| EXERCISE INSTRUCTIONS |
Your job with the data below is to output exactly the lines from the one holding "left, z up]." down to the one holding "return Self::default();", both included, and no others.

--- DATA FOR THIS EXERCISE ---

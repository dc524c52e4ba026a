/// A direction on the sphere, in the crate's convention: azimuth counter-clockwise from the front
/// (positive to the left), elevation positive up; both in degrees.
#[derive(Clone, Copy, Debug, PartialEq, Default)]
pub struct Direction {
    pub azimuth_deg: f64,
    pub elevation_deg: f64,
}

impl Direction {
    /// A direction with its azimuth wrapped to (-180, 180] and elevation clamped to [-90, 90].
    pub fn new(azimuth_deg: f64, elevation_deg: f64) -> Self {
        Self {
            azimuth_deg: wrap_azimuth_deg(azimuth_deg),
            elevation_deg: elevation_deg.clamp(-90.0, 90.0),
        }
    }

    pub fn azimuth_rad(&self) -> f64 {
        self.azimuth_deg.to_radians()
    }

    pub fn elevation_rad(&self) -> f64 {
        self.elevation_deg.to_radians()
    }

    /// Unit vector [x front, y left, z up].
    pub fn to_cartesian(&self) -> [f64; 3] {
        let (sa, ca) = self.azimuth_rad().sin_cos();
        let (se, ce) = self.elevation_rad().sin_cos();
        [ca * ce, sa * ce, se]
    }

    /// Direction of a (not necessarily unit) vector; the zero vector maps to the front.
    pub fn from_cartesian(v: [f64; 3]) -> Self {
        let horizontal = v[0].hypot(v[1]);
        if horizontal == 0.0 && v[2] == 0.0 {
            return Self::default();
        }
        Self::new(
            v[1].atan2(v[0]).to_degrees(),
            v[2].atan2(horizontal).to_degrees(),
        )
    }

    /// Great-circle angle to `other`, in degrees.
    pub fn angle_to_deg(&self, other: &Direction) -> f64 {
        let a = self.to_cartesian();
        let b = other.to_cartesian();
        let cross = [
            a[1] * b[2] - a[2] * b[1],
            a[2] * b[0] - a[0] * b[2],
            a[0] * b[1] - a[1] * b[0],
        ];
        let sin = (cross[0] * cross[0] + cross[1] * cross[1] + cross[2] * cross[2]).sqrt();
        let cos = a[0] * b[0] + a[1] * b[1] + a[2] * b[2];
        sin.atan2(cos).to_degrees()
    }
}

/// Wraps an azimuth in degrees to (-180, 180].
pub fn wrap_azimuth_deg(azimuth_deg: f64) -> f64 {
    let mut a = azimuth_deg % 360.0;
    if a <= -180.0 {
        a += 360.0;
    } else if a > 180.0 {
        a -= 360.0;
    }
    a
}

#[cfg(test)]
mod tests {
    use super::*;

    #[test]
    fn cartesian_round_trip_and_wrap() {
        let d = Direction::new(-120.0, 35.0);
        let back = Direction::from_cartesian(d.to_cartesian());
        assert!(d.angle_to_deg(&back) < 1e-9);
        assert_eq!(wrap_azimuth_deg(-180.0), 180.0);
        assert_eq!(wrap_azimuth_deg(540.0), 180.0);
        assert!((Direction::new(90.0, 0.0).to_cartesian()[1] - 1.0).abs() < 1e-12);
    }
}
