impl FormatChecker {
    /// Checker for order-`order` streams. Errors above [`MAX_SH_ORDER`].
    pub fn new(order: usize) -> Result<Self, FormatCheckError> {
        if order > MAX_SH_ORDER {
            return Err(FormatCheckError::OrderUnsupported { order });
        }
        let hypotheses = AmbiFormat::ALL
            .into_iter()
            .zip(PRIORS)
            .filter_map(|(format, prior)| {
                ConversionPlan::to_sn3d(format, order)
                    .ok()
                    .map(|plan| Hypothesis {
                        format,
                        plan,
                        log_prior: prior.ln(),
                    })
            })
            .collect();
        let channels = channel_count(order);
        Ok(Self {
            order,
            hypotheses,
            search: SteeringFitSearch::new(order),
            converted: vec![0.0; channels * channels],
        })
    }

    /// Ambisonic order the checker is built for.
    pub fn order(&self) -> usize {
        self.order
    }

    /// Formats tested at this order, in the order of [`AmbiFormat::ALL`].
    pub fn formats(&self) -> impl Iterator<Item = AmbiFormat> + '_ {
        self.hypotheses.iter().map(|h| h.format)
    }

    /// Runs the check. Errors only on malformed input (wrong order or lengths, NaN).
    pub fn check(&mut self, input: &FormatCheckInput) -> Result<FormatCheck, FormatCheckError> {
        let channels = self.validate(input)?;
        let mean_square = &input.channel_mean_square[..channels];
        let silent_channels = channel_health::silent_channels(mean_square);
        let mut result = FormatCheck {
            silent_channels,
            ..FormatCheck::default()
        };

        // Balance under the assumed format gives the effective order (ACN/SN3D if the
        // assumed format does not exist at this order).
        let assumed_index = self
            .hypotheses
            .iter()
            .position(|h| h.format == input.assumed)
            .unwrap_or(0);
        let w_channel = self.hypotheses[assumed_index].plan.source_channel(0);
        let w_power = input.raw_covariance[w_channel * channels + w_channel];
        if w_power <= 0.0 {
            // Without W nothing is relative to anything; only channel health is reported.
            result.duplicate_channels = channel_health::duplicate_pairs(
                input.raw_covariance,
                channels,
                &result.silent_channels,
            );
            return Ok(result);
        }
        self.convert(assumed_index, input.raw_covariance);
        let assumed_balance = self.order_balance_db(self.order);
        let effective_order = (1..=self.order)
            .rev()
            .find(|&n| assumed_balance[n] > EFFECTIVE_ORDER_FLOOR_DB)
            .unwrap_or(0);
        result.effective_order = effective_order;
        result.order_balance_db = assumed_balance;

        // Evidence under every hypothesis, on orders 0..=effective_order.
        let mut evidence = Vec::with_capacity(self.hypotheses.len());
        for index in 0..self.hypotheses.len() {
            self.convert(index, input.raw_covariance);
            let mut order_balance_db = self.order_balance_db(self.order);
            let (steering_fit, directional_share) = self.steering_fit(effective_order);
            order_balance_db.truncate(self.order + 1);
            evidence.push(Evidence {
                order_balance_db,
                steering_fit,
                directional_share,
            });
        }

        // Log-scores and softmax.
        let best_fit = evidence.iter().map(|e| e.steering_fit).fold(0.0, f64::max);
        let directionality = evidence
            .iter()
            .map(|e| e.directional_share)
            .fold(0.0, f64::max);
        let use_fit = effective_order >= 2;
        let log_scores: Vec<f64> = self
            .hypotheses
            .iter()
            .zip(&evidence)
            .map(|(hypothesis, e)| {
                let balance_penalty: f64 = e.order_balance_db[1..=effective_order]
                    .iter()
                    .map(|&db| {
                        let sigma = if db > 0.0 {
                            BALANCE_SIGMA_EXCESS_DB
                        } else {
                            BALANCE_SIGMA_DEFICIT_DB
                        };
                        0.5 * (db / sigma).powi(2)
                    })
                    .sum();
                let fit_term = if use_fit {
                    STEERING_FIT_NATS * directionality * (e.steering_fit - best_fit)
                } else {
                    0.0
                };
                hypothesis.log_prior - balance_penalty + fit_term
            })
            .collect();
        let max_score = log_scores.iter().copied().fold(f64::NEG_INFINITY, f64::max);
        let weights: Vec<f64> = log_scores.iter().map(|s| (s - max_score).exp()).collect();
        let total: f64 = weights.iter().sum();
        result.hypotheses = self
            .hypotheses
            .iter()
            .zip(evidence)
            .zip(&weights)
            .map(|((hypothesis, e), w)| HypothesisScore {
                format: hypothesis.format,
                order_balance_db: e.order_balance_db,
                steering_fit: e.steering_fit,
                probability: w / total,
            })
            .collect();

        let w_has_signal = mean_square[w_channel] >= SILENT_MEAN_SQUARE;
        result.ready = input.frames_seen >= MIN_FRAMES_FOR_VERDICT && w_has_signal;
        if result.ready
            && let Some(best) = result
                .hypotheses
                .iter()
                .max_by(|a, b| a.probability.total_cmp(&b.probability))
        {
            result.detected = Some(best.format);
            result.confidence = best.probability;
        }

        // A single plane wave correlates every channel with every other by physics; that is
        // not a duplicated channel. Recognised by a near-perfect steering fit under the
        // assumed format together with every live pair being correlated.
        let pairs = channel_health::duplicate_pairs(
            input.raw_covariance,
            channels,
            &result.silent_channels,
        );
        let live = channels - result.silent_channels.len();
        let all_pairs_correlated = live >= 2 && pairs.len() == live * (live - 1) / 2;
        let single_plane_wave =
            all_pairs_correlated && result.hypotheses[assumed_index].steering_fit > 0.999;
        if !single_plane_wave {
            result.duplicate_channels = pairs;
        }
        Ok(result)
    }

    fn validate(&self, input: &FormatCheckInput) -> Result<usize, FormatCheckError> {
        if input.order != self.order {
            return Err(FormatCheckError::OrderMismatch {
                checker: self.order,
                input: input.order,
            });
        }
        let channels = channel_count(self.order);
        if input.raw_covariance.len() != channels * channels {
            return Err(FormatCheckError::WrongLength {
                what: "covariance",
                expected: channels * channels,
                got: input.raw_covariance.len(),
            });
        }
        if input.channel_mean_square.len() < channels {
            return Err(FormatCheckError::WrongLength {
                what: "channel mean squares",
                expected: channels,
                got: input.channel_mean_square.len(),
            });
        }
        if input.raw_covariance.iter().any(|v| !v.is_finite()) {
            return Err(FormatCheckError::NonFinite);
        }
        Ok(channels)
    }

    /// `converted` = C_h R C_hᵀ for hypothesis `index`.
    fn convert(&mut self, index: usize, raw: &[f64]) {
        let plan = &self.hypotheses[index].plan;
        let channels = plan.channels();
        for a in 0..channels {
            let (source_a, gain_a) = (plan.source_channel(a), plan.gain(a));
            for b in 0..channels {
                let (source_b, gain_b) = (plan.source_channel(b), plan.gain(b));
                self.converted[a * channels + b] =
                    gain_a * gain_b * raw[source_a * channels + source_b];
            }
        }
    }

    /// Per-order energy of `converted` relative to W, dB, indexed [order] for 0..=`order`.
    fn order_balance_db(&self, order: usize) -> Vec<f64> {
        let channels = channel_count(self.order);
        let w = self.converted[0];
        (0..=order)
            .map(|n| {
                let energy: f64 = (n * n..(n + 1) * (n + 1))
                    .map(|acn| self.converted[acn * channels + acn])
                    .sum();
                (10.0 * (energy / w).log10()).max(BALANCE_FLOOR_DB)
            })
            .collect()
    }

    /// Eigenvalue-weighted steering fit of `converted` over orders 0..=`order`, and the
    /// share of power the fitted eigenvectors hold above the eigenvalue floor.
    fn steering_fit(&mut self, order: usize) -> (f64, f64) {
        if order == 0 {
            return (0.0, 0.0);
        }
        let full = channel_count(self.order);
        let channels = channel_count(order);
        let gains: Vec<f64> = (0..channels)
            .map(|acn| n3d_gain(order_degree(acn).0))
            .collect();
        let n3d = DMatrix::from_fn(channels, channels, |a, b| {
            gains[a] * gains[b] * self.converted[a * full + b]
        });
        let trace = n3d.trace();
        let Some(eigen) = SymmetricEigen::try_new(n3d, f64::EPSILON, 0) else {
            return (0.0, 0.0);
        };
        let mut by_size: Vec<usize> = (0..channels).collect();
        by_size.sort_by(|&a, &b| eigen.eigenvalues[b].total_cmp(&eigen.eigenvalues[a]));
        let largest = eigen.eigenvalues[by_size[0]];
        if largest.is_nan() || largest <= 0.0 || trace.is_nan() || trace <= 0.0 {
            return (0.0, 0.0);
        }
        // Floor of an isotropic diffuse part: white in N3D coordinates, so the median
        // eigenvalue estimates it while fewer than half the eigenvalues are sources.
        let floor = eigen.eigenvalues[by_size[channels / 2]].max(0.0);
        let range = 10f64.powf(-EIGENVALUE_RANGE_DB / 10.0);
        let mut weighted_fit = 0.0;
        let mut weight_total = 0.0;
        let mut top_fit = 0.0;
        let mut vector = vec![0.0; channels];
        for (rank, &k) in by_size.iter().take(MAX_FITTED_EIGENVECTORS).enumerate() {
            let value = eigen.eigenvalues[k];
            if rank > 0 && value < largest * range {
                break;
            }
            vector.copy_from_slice(eigen.eigenvectors.column(k).as_slice());
            let (fit, _) = self.search.fit(&vector, order);
            if rank == 0 {
                top_fit = fit;
            }
            let weight = (value - floor).max(0.0);
            weighted_fit += weight * fit;
            weight_total += weight;
        }
        if weight_total > 0.0 {
            (weighted_fit / weight_total, weight_total / trace)
        } else {
            (top_fit, 0.0)
        }
    }
}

---

| ANSWER SPACE |
    /// Unit vector [x front, y left, z up].
    pub fn to_cartesian(&self) -> [f64; 3] {
        let (sa, ca) = self.azimuth_rad().sin_cos();
        let (se, ce) = self.elevation_rad().sin_cos();
        [ca * ce, sa * ce, se]
    }

    /// Direction of a (not necessarily unit) vector; the zero vector maps to the front.
    pub fn from_cartesian(v: [f64; 3]) -> Self {
        let horizontal = v[0].hypot(v[1]);
        if horizontal == 0.0 && v[2] == 0.0 {
            return Self::default();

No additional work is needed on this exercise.